** Listed entries follows **

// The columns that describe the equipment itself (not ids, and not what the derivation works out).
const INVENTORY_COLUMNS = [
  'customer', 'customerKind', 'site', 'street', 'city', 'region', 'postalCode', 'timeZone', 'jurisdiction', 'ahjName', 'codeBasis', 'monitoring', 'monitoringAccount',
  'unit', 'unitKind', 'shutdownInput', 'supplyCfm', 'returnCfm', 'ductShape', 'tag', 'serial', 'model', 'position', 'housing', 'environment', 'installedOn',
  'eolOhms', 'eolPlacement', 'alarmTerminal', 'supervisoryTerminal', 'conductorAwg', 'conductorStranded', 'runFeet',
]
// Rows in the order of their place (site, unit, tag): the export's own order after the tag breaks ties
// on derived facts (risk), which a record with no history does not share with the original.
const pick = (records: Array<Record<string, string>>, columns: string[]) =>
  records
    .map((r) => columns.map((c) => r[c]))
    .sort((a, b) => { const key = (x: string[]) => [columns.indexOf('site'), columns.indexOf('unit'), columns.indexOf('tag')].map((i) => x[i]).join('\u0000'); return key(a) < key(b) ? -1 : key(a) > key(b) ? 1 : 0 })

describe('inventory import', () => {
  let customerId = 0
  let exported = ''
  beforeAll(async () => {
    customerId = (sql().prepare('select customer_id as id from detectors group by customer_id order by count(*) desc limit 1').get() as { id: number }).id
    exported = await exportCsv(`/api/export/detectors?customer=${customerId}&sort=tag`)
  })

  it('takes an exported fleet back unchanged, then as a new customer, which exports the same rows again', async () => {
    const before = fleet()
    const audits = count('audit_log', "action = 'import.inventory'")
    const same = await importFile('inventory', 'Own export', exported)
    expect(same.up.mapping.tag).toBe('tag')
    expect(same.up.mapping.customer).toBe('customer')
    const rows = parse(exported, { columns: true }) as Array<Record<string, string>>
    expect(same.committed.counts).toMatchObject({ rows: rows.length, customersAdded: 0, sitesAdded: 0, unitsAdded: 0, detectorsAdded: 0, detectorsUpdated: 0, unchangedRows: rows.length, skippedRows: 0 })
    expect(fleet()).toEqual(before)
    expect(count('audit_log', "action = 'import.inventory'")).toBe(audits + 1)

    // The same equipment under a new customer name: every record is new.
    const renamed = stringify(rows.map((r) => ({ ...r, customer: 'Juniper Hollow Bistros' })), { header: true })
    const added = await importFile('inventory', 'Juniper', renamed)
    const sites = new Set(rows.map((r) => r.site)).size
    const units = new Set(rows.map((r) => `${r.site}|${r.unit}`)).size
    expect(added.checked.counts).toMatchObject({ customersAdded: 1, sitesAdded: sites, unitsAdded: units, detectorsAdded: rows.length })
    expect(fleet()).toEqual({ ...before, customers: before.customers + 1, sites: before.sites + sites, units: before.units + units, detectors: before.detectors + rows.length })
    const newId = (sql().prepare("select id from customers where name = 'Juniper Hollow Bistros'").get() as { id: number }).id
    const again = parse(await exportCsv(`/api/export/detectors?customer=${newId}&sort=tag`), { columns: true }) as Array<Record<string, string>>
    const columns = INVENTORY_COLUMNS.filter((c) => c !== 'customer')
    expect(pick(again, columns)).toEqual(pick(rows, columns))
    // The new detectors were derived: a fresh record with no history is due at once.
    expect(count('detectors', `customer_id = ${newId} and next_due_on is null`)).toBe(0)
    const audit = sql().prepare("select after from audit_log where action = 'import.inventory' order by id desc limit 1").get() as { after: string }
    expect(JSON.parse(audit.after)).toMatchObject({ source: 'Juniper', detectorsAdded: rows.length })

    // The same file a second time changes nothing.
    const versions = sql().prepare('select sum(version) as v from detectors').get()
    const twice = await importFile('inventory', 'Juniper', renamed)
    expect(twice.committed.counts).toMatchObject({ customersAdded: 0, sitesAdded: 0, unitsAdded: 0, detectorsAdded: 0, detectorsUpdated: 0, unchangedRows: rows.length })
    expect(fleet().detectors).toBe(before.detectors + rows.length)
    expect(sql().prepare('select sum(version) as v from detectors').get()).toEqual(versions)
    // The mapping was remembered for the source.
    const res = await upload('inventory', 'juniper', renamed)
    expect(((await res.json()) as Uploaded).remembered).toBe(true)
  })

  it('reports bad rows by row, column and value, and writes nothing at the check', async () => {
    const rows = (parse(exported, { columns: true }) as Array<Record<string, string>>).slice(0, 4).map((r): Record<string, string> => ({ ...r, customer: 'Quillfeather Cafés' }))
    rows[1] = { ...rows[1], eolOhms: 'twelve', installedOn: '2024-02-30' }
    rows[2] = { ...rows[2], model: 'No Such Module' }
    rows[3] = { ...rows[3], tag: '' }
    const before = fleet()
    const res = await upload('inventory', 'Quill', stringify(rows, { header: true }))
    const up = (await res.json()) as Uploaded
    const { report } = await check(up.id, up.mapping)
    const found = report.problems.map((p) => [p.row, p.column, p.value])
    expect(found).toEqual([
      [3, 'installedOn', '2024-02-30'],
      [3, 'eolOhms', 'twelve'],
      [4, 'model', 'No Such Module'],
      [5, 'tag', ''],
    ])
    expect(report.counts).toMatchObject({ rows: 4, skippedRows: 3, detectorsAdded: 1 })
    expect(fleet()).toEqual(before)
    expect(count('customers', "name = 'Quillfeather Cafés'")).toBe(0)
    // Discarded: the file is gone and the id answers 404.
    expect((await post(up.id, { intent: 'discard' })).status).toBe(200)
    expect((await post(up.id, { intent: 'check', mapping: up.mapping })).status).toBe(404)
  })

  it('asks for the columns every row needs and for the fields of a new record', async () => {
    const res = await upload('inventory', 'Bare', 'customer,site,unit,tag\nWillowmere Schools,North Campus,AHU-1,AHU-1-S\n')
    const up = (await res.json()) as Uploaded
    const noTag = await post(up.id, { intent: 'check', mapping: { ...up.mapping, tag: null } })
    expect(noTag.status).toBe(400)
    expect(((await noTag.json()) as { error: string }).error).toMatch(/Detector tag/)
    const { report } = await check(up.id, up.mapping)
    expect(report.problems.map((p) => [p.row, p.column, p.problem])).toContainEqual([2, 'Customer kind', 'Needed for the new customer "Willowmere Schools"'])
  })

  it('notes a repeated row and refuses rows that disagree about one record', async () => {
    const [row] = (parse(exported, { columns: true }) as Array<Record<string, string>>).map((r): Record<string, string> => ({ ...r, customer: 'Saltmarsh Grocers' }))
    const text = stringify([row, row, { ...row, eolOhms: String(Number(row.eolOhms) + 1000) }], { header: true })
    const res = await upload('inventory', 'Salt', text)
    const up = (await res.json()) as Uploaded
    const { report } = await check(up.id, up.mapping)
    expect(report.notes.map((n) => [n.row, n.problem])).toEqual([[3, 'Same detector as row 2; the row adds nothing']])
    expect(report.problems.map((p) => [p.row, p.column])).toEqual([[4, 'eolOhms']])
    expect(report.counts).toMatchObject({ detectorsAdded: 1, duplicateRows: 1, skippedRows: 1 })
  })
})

** End of Listed entries **

Exercise goal:
Where in the records does the string "which" appear? Copy every line that has it.

Result:
// on derived facts (risk), which a record with no history does not share with the original.
  it('takes an exported fleet back unchanged, then as a new customer, which exports the same rows again', async () => {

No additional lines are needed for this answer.